95% Confidence Interval Confusion

Question

I decided on an arbitrary bound to determine how large my sample size should be. (There's a formula you can plug in "B" and find how big your sample size should be-size n). I then calculated the estimated pop mean and its variance for the sample sized n. If I do the estimated pop mean+/- 2*sqrt(var) would that be a 95% confidence interval? Or no because I set a bound to determine my sample size? Where does the bound I set come into play? I'm a little confused.

Answer 1

Maybe some basic facts about confidence intervals based on normal samples will help you clarify how to proceed.

Suppose you have a random sample $X_i$ of size $n$ from a normal population with mean $\mu$ and standard deviation $\sigma.$ Also suppose that $\mu$ is unknown and to be estimated by the sample mean $\bar X.$ And that $\sigma$ is known. Then usual 95% CI for $\mu$ is of the form $\bar X \pm 1.96 \sigma/\sqrt{n}.$

The usual terminology is that the 'standard error' is $\sigma/\sqrt{n}.$ That is, $Var(\bar X) = \sigma^2/n$ and $SD(\bar X) = \sigma/\sqrt{n}.$ Also, the 'margin of error' is $1.96\sigma/\sqrt{n},$ which is half the length of the CI.

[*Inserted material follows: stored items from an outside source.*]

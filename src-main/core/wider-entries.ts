// The wider figures of one supply as the evaluation lists them: each known, or lacking the
// inputs it needs, or not applicable to the vehicle's kind.

import type { BuildInputs } from './build-inputs';
import { STANDARD_GRAVITY } from './constants';
import type { Battery } from './domain';
import { known, lacking, missingOf, type Known } from './known';
import { motorInLoop, NOT_APPLICABLE } from './operation';
import type { SupplyModel } from './supply';
import { electricalRpm, hoverPoint, motorLossW, packEnergyWh, runTimeMin } from './wider-figures';

export interface WiderNeeds {
  inp: BuildInputs;
  supply: Known<SupplyModel>;
  batteries: ReadonlyMap<string, Battery>;
  batteryIds: readonly string[];
  nominalV: Known;
  fullV: Known;
  capacityMah: Known;
  noLoadRpmFull: Known;
  /** Supply current, continuous (model or measured), and the measured average where there is one. */
  contA: Known;
  measuredAvgA: Known | null;
  runAverageA: Known;
  motorContA: Known;
  thrustN: Known;
}

export interface WiderEntries {
  packEnergyWh: Known;
  runTimeMin: Known;
  hoverCurrentA: Known;
  hoverMotorCurrentA: Known;
  hoverThrottle: Known;
  erpm: Known;
  motorLossW: Known;
  allUpMassKg: Known;
  thrustToWeight: Known;
}

export function widerEntries(w: WiderNeeds): WiderEntries {
  const { inp } = w;
  const kind = inp.kind.value;
  const na = lacking(NOT_APPLICABLE);
  const air = kind === 'multirotor' || kind === 'plane';
  const energy = w.nominalV.value !== null && w.capacityMah.value !== null ? known(packEnergyWh(w.nominalV.value, w.capacityMah.value)) : lacking(...missingOf(w.nominalV, w.capacityMah));

  // All-up mass: the vehicle with this supply's packs aboard.
  let allUp: Known = na;
  if (air) {
    const packMass: Known[] = w.batteryIds.map((id) => {
      const m = w.batteries.get(id)?.massKg;
      return typeof m === 'number' && m > 0 ? known(m) : lacking('battery.massKg');
    });
    const parts = [inp.vehicleMassKg, ...packMass];
    allUp = parts.every((k) => k.value !== null) ? known(parts.reduce((a, k) => a + (k.value ?? 0), 0)) : lacking(...missingOf(...parts));
  }
  const thrustToWeight = !air ? na : w.thrustN.value !== null && allUp.value !== null ? known(w.thrustN.value / (allUp.value * STANDARD_GRAVITY)) : lacking(...missingOf(w.thrustN, allUp));

  let hoverThrottle: Known = na;
  let hoverMotorA: Known = na;
  let hoverSupplyA: Known = na;
  if (kind === 'multirotor') {
    const m = w.supply.value === null ? null : motorInLoop(inp, w.supply.value);
    const needs = [w.supply, inp.kv, inp.motorResistanceOhm, inp.noLoadCurrentA, inp.motorCount, inp.propDiameterM, inp.thrustCoefficient, inp.powerCoefficient, allUp, w.nominalV];
    if (m !== null && inp.motorCount.value !== null && allUp.value !== null && inp.propDiameterM.value !== null && inp.thrustCoefficient.value !== null && inp.powerCoefficient.value !== null && w.nominalV.value !== null) {
      const h = hoverPoint({
        m,
        motorCount: inp.motorCount.value,
        allUpMassKg: allUp.value,
        diameterM: inp.propDiameterM.value,
        thrustCoefficient: inp.thrustCoefficient.value,
        powerCoefficient: inp.powerCoefficient.value,
        densityKgM3: inp.fluidDensity,
        gearRatio: inp.propGearRatio,
        gearEfficiency: inp.propGeared ? (inp.drivetrainEfficiency.value ?? 1) : 1,
        supplyV: w.nominalV.value,
      });
      hoverThrottle = known(h.throttle);
      // Above full throttle it cannot hover: there is no hover current to show.
      hoverMotorA = h.throttle <= 1 ? known(h.motorCurrentA) : na;
      hoverSupplyA = h.throttle <= 1 ? known(h.supplyCurrentA) : na;
    } else {
      hoverThrottle = hoverMotorA = hoverSupplyA = lacking(...missingOf(...needs));
    }
  }

  // Run time at the average current: a measured average, else the run's (cars and trucks), the
  // hover current (multirotors) or full throttle (the rest): the short side where unsure.
  const averageA: Known = w.measuredAvgA ?? (kind === 'car' || kind === 'truck' ? w.runAverageA : kind === 'multirotor' && hoverSupplyA.value !== null ? hoverSupplyA : w.contA);
  const runTime = w.capacityMah.value !== null && averageA.value !== null && averageA.value > 0 ? known(runTimeMin(w.capacityMah.value, inp.depthOfDischarge, averageA.value)) : lacking(...missingOf(w.capacityMah, averageA));

  const loss =
    w.motorContA.value !== null && inp.motorResistanceOhm.value !== null && inp.noLoadCurrentA.value !== null && w.fullV.value !== null
      ? known(motorLossW(w.motorContA.value, inp.motorResistanceOhm.value, inp.noLoadCurrentA.value, w.fullV.value))
      : lacking(...missingOf(w.motorContA, inp.motorResistanceOhm, inp.noLoadCurrentA, w.fullV));

  const erpm = w.noLoadRpmFull.value !== null && inp.motorPoles.value !== null ? known(electricalRpm(w.noLoadRpmFull.value, inp.motorPoles.value)) : lacking(...missingOf(w.noLoadRpmFull, inp.motorPoles));

  return {
    packEnergyWh: energy,
    runTimeMin: runTime,
    hoverCurrentA: hoverSupplyA,
    hoverMotorCurrentA: hoverMotorA,
    hoverThrottle,
    erpm,
    motorLossW: loss,
    allUpMassKg: allUp,
    thrustToWeight,
  };
}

If you want to balance the sample size $n$ against the margin of error $M$, this means that the key equation is $M = 1.96\sigma/\sqrt{n},$ which can solved to express $n$ in terms of a desired $M$ and the constant $\sigma.$

If the sample standard deviation $\sigma$ is unknown and estimated by the sample standard deviation $S,$ then the formula for the CI is $\bar X \pm t^*S/\sqrt{n}.$ This makes it a little more complicated to find $n$ in terms of $M$ and $\sigma$ because the 'probability factor' $t^*$ is chosen to cut 2.5% of the area from the upper tail of the (symmetrical) Student t distribution with $n-1$ degrees of freedom.

One complication is that $t^*$ also depends on $n.$ But you can start with $t^* \approx 2$ and iterate, if $n$ is small enough to give $t^*$ much larger than 2. Another complication is that $S$ is a random variable and will typically be different from one sample to the next. Thus, even if the exact value of $\sigma$ is unknown, it helps to have some idea of its size.